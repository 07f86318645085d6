import { Injectable } from '@nestjs/common';
import { ROLES, roleAtLeast } from '@proofplate/recipe-model';
import type { Actor } from '../common/actor';
import type { Tx } from '../database/unit-of-work';
import type { Mail, Recipient } from '../mail/mail-kinds';
import { OutboxService } from '../mail/outbox.service';
import type { RevisionRecord } from '../recipes/stored-revision';
import { ShopsService } from '../shops/shops.service';
import { SignOffsRepository } from './sign-offs.repository';

const LEADS = ROLES.filter((role) => roleAtLeast(role, 'lead'));

type About = { readonly record: RevisionRecord; readonly number: number };

/** Tells people what happened to a revision, as part of the act's transaction. */
@Injectable()
export class SignOffLettersService {
  constructor(
    private readonly signOffs: SignOffsRepository,
    private readonly shops: ShopsService,
    private readonly outbox: OutboxService,
  ) {}

  async submitted(tx: Tx, actor: Actor, about: About, comment: string): Promise<void> {
    const leads = await this.signOffs.recipients(tx, actor.shopId, { roles: LEADS, exceptId: actor.memberId });
    const payload = { ...(await this.body(tx, actor, about)), ...(comment === '' ? {} : { comment }) };
    await this.send(tx, actor.shopId, leads, (to) => ({ kind: 'revision-submitted', payload: { ...payload, to } }));
  }

  async approved(tx: Tx, actor: Actor, about: About, comment: string): Promise<void> {
    const payload = { ...(await this.body(tx, actor, about)), ...(comment === '' ? {} : { comment }) };
    await this.send(tx, actor.shopId, await this.author(tx, actor, about), (to) => ({
      kind: 'revision-approved',
      payload: { ...payload, to },
    }));
  }

  async returned(tx: Tx, actor: Actor, about: About, reason: string): Promise<void> {
    const payload = { ...(await this.body(tx, actor, about)), reason };
    await this.send(tx, actor.shopId, await this.author(tx, actor, about), (to) => ({
      kind: 'revision-returned',
      payload: { ...payload, to },
    }));
  }

  /** Everybody may be standing at a machine with it. */
  async withdrawn(tx: Tx, actor: Actor, about: About, told: { reason: string; stayingNumber: number | null }): Promise<void> {
    const everybody = await this.signOffs.recipients(tx, actor.shopId, { roles: ROLES, exceptId: actor.memberId });
    const payload = { ...(await this.body(tx, actor, about)), ...told };
    await this.send(tx, actor.shopId, everybody, (to) => ({ kind: 'revision-withdrawn', payload: { ...payload, to } }));
  }

  private async author(tx: Tx, actor: Actor, { record }: About): Promise<Recipient[]> {
    const { createdBy } = record.revision;
    return createdBy === actor.memberId ? [] : this.signOffs.recipient(tx, actor.shopId, createdBy);
  }

  private async body(tx: Tx, { shopId, printedName }: Actor, { record, number }: About) {
    const { name: shopName } = await this.shops.getRow(tx, shopId);
    const { id: recipeId, code: recipeCode, title: recipeTitle } = record.recipe;
    return { shopName, recipeId, revisionId: record.revision.id, recipeCode, recipeTitle, revisionNumber: number, by: printedName };
  }

  private async send(tx: Tx, shopId: string, recipients: readonly Recipient[], mailTo: (to: Recipient) => Mail): Promise<void> {
    for (const to of recipients) await this.outbox.add(tx, { shopId, ...mailTo(to) });
  }
}
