describe('GET /api/runs', () => {
  it('shows a trainee the own runs, others everybody’s, by job reference and by words', async () => {
    const own = await started(dial, { jobReference: 'J-26-0500', part: 'Bezel' });
    const other = await started(dial, { jobReference: 'J-26-0500' }, shop.operator);
    const list = async (query: string, member: TestMember) =>
      (await get(`/api/runs?${query}`, member)).json<RunPageDto>().items.map(({ id }) => id);
    expect(await list('jobReference=J-26-0500', shop.trainee)).toEqual([own.id]);
    expect(await list('jobReference=J-26-0500', shop.operator)).toEqual([other.id, own.id]);
    expect(await list('q=bezel 0500', shop.lead)).toEqual([own.id]);
    expect(await list('state=finished&jobReference=J-26-0500', shop.lead)).toEqual([]);
    expect(await list(`recipeId=${dial.recipeId}&kind=production&machineId=${dial.machine.id}&q=0500`, shop.lead)).toEqual([
      other.id,
      own.id,
    ]);
    expect(await list('jobReference=J-26-0500', elsewhere.owner)).toEqual([]);
  });

  it('goes through all pages without a gap or a repeat', async () => {
    const jobReference = `pages-${randomUUID()}`;
    const made = [];
    for (let index = 0; index < 3; index += 1) made.push((await started(dial, { jobReference })).id);
    const first = (await get(`/api/runs?limit=2&jobReference=${jobReference}`)).json<RunPageDto>();
    const rest = (await get(`/api/runs?limit=2&jobReference=${jobReference}&cursor=${first.nextCursor}`)).json<RunPageDto>();
    expect([...first.items, ...rest.items].map(({ id }) => id)).toEqual(made.reverse());
    expect(rest.nextCursor).toBeNull();
  });

  it('gives one by id or code; a trainee somebody else’s as not there', async () => {
    const run = await started(dial, {}, shop.operator);
    expect((await get(`/api/runs/${run.code}`, shop.lead)).json<RunDto>().id).toBe(run.id);
    expect((await get(`/api/runs/${run.id}`, shop.operator)).headers.etag).toBe('"v1"');
    for (const key of [run.id, run.code]) {
      expectProblem(await get(`/api/runs/${key}`), 404, 'not-found');
      expectProblem(await get(`/api/runs/${key}`, elsewhere.owner), 404, 'not-found');
    }
    expectProblem(await get('/api/runs/nothing'), 404, 'not-found');
  });

  it('exports what the caller may read, with formulas disarmed', async () => {
    await started(dial, { jobReference: '=1+1', part: 'Tag' });
    const csv = await get('/api/runs/export.csv?q=tag');
    expect(csv.headers['content-type']).toContain('text/csv');
    expect(csv.body).toContain("'=1+1");
    expect(csv.body.trim().split('\n')).toHaveLength(2);
    const unknown = await get('/api/runs?kind=play&limit=0');
    expect(pointersOf(expectProblem(unknown, 422, 'invalid-fields'))).toEqual(['#/kind', '#/limit']);
    for (const url of ['/api/runs', '/api/runs/export.csv', '/api/runs/J-0001'])
      expectProblem(await test.app.inject({ url }), 401, 'not-signed-in');
  });
});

━━━━

--- EXERCISE ---
For each line above that holds the string "headers", provide a copy of that line.

--- WRITTEN ANSWER ---
    expect((await get(`/api/runs/${run.id}`, shop.operator)).headers.etag).toBe('"v1"');
    expect(csv.headers['content-type']).toContain('text/csv');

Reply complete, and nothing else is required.